— WHAT THE EXERCISE ASKS —
Below are some records. Return exactly the lines from the one with "filename tests/test_sigterm_in_callback.py" to the one with "Outside reference: the", and nothing else.

— SUPPLIED RECORDS —
***
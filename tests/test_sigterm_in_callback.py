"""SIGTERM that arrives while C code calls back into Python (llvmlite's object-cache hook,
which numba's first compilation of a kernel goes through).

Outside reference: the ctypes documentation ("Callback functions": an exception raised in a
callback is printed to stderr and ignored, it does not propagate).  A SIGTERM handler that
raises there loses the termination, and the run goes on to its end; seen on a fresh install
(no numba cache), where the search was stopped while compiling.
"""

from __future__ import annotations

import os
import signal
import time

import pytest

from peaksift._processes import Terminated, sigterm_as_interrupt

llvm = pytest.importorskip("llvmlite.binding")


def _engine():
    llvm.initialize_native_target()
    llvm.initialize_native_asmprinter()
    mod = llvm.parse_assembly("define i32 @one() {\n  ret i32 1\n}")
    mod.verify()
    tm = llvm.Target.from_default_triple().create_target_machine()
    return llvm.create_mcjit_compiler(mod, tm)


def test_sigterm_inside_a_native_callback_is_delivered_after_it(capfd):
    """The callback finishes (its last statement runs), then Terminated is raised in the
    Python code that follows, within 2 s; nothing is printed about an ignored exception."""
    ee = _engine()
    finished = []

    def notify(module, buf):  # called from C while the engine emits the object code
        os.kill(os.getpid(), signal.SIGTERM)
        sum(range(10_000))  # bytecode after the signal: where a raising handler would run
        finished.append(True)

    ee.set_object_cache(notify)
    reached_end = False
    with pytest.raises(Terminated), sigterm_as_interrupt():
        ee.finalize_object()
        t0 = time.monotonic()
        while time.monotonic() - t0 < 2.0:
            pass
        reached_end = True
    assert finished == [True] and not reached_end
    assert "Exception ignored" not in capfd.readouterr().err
***
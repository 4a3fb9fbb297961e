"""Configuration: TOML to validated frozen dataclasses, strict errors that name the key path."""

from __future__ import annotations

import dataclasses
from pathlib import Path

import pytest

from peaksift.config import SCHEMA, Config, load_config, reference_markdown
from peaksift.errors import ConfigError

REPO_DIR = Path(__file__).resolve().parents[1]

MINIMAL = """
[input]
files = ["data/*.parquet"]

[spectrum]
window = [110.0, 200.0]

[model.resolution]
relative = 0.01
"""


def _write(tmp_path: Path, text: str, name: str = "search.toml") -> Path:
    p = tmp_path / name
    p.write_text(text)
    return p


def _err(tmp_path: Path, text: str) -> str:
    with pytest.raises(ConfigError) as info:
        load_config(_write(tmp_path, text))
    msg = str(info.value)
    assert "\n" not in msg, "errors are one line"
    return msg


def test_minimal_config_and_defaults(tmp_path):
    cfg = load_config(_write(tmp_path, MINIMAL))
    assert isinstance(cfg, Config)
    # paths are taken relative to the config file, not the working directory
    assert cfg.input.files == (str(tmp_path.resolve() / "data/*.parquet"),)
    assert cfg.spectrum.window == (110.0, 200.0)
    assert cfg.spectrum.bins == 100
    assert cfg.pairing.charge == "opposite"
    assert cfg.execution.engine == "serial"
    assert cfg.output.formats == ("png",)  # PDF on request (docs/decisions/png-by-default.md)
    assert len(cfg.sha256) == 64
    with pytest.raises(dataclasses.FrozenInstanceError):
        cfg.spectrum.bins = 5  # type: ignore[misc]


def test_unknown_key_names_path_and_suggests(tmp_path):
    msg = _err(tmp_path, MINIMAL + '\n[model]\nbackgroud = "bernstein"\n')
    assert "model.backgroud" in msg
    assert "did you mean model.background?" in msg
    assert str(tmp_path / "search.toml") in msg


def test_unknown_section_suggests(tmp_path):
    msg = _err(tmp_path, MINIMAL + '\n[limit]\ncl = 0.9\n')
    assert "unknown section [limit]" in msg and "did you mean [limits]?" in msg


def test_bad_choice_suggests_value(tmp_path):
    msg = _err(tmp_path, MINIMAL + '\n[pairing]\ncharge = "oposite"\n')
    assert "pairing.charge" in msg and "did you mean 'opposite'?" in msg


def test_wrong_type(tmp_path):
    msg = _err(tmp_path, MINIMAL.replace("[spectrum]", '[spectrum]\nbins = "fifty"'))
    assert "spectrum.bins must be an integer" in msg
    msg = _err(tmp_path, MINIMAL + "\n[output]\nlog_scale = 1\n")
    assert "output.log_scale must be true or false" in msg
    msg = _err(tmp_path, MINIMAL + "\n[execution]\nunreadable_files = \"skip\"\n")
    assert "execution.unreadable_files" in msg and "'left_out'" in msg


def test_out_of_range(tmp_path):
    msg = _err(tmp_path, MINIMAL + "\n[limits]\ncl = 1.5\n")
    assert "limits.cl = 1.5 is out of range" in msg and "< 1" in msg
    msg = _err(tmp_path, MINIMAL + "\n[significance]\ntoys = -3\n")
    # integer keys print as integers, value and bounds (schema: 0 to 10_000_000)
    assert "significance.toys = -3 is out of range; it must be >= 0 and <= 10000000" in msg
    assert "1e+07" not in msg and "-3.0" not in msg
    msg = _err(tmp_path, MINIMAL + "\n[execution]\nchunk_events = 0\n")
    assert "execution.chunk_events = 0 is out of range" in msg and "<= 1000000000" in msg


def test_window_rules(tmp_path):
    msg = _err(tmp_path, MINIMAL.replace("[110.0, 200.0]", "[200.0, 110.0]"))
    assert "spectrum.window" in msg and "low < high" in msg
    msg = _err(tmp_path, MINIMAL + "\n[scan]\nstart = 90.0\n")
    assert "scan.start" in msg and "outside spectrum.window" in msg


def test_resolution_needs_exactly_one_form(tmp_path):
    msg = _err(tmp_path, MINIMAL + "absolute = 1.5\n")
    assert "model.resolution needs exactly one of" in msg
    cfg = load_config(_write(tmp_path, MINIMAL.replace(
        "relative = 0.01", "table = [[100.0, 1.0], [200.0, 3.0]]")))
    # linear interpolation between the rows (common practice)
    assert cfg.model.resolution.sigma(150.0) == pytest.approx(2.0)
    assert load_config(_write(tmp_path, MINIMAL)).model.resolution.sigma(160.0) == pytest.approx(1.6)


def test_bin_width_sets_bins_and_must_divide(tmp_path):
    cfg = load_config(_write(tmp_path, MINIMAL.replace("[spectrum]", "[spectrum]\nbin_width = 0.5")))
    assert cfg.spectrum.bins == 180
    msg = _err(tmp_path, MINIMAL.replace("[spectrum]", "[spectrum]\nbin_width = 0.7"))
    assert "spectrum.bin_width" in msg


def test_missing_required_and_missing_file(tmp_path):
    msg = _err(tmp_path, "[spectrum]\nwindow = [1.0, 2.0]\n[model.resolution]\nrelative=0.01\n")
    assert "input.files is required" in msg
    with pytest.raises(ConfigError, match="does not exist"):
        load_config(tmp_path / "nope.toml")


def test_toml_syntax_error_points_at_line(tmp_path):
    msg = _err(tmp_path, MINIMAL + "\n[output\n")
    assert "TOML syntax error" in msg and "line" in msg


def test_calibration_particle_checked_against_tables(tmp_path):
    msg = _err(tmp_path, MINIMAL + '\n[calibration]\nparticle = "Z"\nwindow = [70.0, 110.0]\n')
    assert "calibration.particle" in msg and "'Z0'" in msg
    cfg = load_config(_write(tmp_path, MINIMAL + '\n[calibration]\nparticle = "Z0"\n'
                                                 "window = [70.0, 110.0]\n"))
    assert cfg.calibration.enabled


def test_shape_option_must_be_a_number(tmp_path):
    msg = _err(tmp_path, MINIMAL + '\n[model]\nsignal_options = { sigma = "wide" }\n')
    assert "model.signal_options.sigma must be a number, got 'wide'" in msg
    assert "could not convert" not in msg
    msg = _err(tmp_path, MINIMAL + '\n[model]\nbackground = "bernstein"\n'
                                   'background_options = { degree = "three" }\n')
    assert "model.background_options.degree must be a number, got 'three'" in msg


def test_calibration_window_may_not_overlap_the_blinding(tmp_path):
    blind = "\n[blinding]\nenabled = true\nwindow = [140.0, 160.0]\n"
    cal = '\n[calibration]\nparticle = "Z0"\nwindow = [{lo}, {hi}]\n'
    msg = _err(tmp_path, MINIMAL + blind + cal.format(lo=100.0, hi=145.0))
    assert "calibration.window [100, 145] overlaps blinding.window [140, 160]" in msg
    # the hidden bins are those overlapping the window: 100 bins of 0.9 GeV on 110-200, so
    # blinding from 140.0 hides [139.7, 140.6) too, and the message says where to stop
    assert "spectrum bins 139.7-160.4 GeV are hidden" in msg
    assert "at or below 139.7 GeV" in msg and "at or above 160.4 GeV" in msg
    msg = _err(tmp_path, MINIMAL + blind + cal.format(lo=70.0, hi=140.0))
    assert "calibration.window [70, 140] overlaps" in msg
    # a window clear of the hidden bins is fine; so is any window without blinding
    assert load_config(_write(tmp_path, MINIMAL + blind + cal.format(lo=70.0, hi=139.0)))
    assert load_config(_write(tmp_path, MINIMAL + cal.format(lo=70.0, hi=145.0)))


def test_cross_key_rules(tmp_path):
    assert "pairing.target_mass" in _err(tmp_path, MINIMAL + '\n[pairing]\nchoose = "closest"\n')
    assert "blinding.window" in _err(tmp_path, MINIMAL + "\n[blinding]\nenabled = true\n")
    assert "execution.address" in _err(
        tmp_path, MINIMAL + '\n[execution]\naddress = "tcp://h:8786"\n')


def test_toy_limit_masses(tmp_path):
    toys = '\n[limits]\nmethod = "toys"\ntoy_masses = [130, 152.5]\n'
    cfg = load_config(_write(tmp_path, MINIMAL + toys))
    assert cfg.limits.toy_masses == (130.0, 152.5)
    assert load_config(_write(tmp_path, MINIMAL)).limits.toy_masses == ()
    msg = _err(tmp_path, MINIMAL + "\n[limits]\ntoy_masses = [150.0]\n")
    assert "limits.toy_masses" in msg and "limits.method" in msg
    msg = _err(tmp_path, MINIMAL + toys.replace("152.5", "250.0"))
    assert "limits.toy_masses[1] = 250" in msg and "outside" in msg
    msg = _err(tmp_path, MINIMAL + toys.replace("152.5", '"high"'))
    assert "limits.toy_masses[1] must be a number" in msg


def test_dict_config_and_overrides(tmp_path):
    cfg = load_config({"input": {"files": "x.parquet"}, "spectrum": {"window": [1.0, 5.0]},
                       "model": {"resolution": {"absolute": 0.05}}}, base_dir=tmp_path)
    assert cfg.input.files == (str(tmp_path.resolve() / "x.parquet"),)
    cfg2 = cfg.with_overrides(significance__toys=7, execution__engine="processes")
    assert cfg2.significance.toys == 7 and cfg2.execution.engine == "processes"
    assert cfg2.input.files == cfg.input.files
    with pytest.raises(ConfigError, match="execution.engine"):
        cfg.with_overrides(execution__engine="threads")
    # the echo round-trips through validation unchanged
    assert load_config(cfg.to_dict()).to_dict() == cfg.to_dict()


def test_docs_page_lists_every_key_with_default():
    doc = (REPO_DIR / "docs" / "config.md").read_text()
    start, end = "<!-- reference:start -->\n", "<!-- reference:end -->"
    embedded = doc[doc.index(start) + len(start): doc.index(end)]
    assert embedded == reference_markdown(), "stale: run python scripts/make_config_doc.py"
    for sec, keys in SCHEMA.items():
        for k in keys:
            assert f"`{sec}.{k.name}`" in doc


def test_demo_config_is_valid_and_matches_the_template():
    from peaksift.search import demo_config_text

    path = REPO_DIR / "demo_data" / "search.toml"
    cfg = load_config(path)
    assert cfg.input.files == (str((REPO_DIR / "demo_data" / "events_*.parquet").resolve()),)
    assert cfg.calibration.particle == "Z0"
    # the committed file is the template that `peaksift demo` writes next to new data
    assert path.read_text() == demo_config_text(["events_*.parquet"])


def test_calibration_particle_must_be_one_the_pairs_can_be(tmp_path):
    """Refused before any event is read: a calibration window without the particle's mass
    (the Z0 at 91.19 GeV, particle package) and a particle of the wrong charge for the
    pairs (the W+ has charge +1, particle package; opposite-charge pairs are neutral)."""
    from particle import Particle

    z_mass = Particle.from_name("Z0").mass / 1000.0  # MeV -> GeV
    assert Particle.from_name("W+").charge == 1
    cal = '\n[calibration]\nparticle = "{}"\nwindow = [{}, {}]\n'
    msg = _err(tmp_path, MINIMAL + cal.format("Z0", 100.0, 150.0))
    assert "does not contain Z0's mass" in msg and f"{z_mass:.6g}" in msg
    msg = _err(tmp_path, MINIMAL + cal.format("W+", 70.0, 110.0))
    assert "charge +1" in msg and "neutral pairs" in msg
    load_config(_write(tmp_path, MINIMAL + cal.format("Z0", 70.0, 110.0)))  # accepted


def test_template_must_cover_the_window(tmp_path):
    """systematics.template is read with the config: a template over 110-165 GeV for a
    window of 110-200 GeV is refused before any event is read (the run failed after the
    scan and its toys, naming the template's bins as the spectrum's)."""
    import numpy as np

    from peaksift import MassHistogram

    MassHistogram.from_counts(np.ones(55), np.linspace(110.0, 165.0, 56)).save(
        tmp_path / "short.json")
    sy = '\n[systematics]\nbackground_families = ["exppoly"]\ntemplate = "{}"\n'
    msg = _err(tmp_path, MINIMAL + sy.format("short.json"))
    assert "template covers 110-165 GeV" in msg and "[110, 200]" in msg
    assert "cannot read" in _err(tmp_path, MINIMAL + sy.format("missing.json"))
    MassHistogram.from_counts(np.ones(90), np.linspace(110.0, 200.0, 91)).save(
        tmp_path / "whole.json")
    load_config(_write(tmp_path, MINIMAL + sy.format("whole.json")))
***
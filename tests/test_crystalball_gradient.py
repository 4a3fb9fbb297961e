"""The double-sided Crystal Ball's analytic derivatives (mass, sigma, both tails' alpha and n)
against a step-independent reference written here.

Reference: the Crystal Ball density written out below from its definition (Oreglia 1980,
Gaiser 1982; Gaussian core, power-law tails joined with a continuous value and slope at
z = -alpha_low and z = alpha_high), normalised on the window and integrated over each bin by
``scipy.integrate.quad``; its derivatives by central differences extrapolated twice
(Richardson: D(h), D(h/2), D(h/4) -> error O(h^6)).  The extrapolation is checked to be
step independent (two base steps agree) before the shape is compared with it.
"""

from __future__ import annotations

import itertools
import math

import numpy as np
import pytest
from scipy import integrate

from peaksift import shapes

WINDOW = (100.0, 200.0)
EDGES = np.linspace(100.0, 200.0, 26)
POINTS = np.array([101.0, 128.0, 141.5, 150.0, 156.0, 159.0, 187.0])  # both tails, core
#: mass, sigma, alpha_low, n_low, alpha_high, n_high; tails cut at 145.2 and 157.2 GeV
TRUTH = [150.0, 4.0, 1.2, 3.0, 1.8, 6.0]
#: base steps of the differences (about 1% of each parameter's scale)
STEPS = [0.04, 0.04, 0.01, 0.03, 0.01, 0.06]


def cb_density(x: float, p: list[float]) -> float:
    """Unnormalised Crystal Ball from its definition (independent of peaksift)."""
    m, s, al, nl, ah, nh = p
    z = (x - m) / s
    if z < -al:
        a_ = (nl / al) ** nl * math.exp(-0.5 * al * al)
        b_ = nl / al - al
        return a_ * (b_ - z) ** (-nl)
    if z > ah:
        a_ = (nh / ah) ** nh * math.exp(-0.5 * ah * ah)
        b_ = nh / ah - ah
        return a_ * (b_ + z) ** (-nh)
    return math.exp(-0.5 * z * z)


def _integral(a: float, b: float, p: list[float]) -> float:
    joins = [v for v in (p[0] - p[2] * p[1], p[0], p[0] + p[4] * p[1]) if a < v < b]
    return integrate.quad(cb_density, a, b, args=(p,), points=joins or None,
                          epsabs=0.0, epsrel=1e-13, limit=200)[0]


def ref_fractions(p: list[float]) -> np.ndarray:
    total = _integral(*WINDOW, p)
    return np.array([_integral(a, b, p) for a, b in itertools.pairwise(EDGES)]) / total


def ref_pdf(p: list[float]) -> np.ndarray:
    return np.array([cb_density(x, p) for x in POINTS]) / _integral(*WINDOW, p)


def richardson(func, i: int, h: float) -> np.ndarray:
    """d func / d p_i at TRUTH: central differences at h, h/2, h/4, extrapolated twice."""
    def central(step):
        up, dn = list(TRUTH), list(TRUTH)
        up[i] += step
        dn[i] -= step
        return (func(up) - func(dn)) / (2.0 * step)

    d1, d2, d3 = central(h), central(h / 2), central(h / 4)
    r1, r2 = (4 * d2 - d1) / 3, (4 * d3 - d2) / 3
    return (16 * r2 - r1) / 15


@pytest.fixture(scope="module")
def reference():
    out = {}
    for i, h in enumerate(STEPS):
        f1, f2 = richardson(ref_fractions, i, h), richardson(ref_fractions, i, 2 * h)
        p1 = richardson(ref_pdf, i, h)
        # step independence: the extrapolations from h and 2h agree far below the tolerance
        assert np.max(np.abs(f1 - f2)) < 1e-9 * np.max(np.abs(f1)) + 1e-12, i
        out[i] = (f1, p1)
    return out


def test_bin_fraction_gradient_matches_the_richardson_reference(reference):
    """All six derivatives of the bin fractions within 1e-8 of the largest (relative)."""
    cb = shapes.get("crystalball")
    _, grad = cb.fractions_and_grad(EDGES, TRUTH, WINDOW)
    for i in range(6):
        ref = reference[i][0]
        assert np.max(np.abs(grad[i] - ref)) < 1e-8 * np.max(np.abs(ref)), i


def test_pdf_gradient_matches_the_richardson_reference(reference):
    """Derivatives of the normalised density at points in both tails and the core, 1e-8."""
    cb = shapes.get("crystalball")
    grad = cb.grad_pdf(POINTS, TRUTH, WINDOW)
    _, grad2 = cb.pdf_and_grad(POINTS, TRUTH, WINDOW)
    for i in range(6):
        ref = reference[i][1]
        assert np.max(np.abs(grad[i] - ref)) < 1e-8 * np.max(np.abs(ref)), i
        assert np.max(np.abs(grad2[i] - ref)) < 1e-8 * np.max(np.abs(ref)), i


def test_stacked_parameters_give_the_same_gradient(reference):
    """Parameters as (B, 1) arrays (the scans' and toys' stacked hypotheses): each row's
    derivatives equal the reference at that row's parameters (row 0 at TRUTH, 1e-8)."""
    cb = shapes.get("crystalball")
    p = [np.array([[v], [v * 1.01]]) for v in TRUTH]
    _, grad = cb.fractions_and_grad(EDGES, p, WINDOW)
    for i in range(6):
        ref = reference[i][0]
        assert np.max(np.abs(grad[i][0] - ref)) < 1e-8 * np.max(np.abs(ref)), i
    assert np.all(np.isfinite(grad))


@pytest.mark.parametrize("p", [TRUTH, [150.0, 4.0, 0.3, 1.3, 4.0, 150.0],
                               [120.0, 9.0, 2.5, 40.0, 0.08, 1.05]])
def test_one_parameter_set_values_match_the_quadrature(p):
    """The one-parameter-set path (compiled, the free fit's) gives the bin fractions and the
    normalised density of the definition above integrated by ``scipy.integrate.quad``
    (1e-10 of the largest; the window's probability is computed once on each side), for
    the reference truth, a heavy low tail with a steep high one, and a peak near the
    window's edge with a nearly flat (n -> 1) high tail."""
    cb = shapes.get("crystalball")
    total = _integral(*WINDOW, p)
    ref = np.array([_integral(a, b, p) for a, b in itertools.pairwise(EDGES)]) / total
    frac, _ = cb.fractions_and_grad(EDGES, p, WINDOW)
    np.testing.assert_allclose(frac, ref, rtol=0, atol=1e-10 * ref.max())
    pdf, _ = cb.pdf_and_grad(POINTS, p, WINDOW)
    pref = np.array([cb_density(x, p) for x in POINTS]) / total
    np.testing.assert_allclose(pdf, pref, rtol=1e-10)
***
— COMPLETED EXERCISE —
filename tests/test_sigterm_in_callback.py
"""SIGTERM that arrives while C code calls back into Python (llvmlite's object-cache hook,
which numba's first compilation of a kernel goes through).

Outside reference: the ctypes documentation ("Callback functions": an exception raised in a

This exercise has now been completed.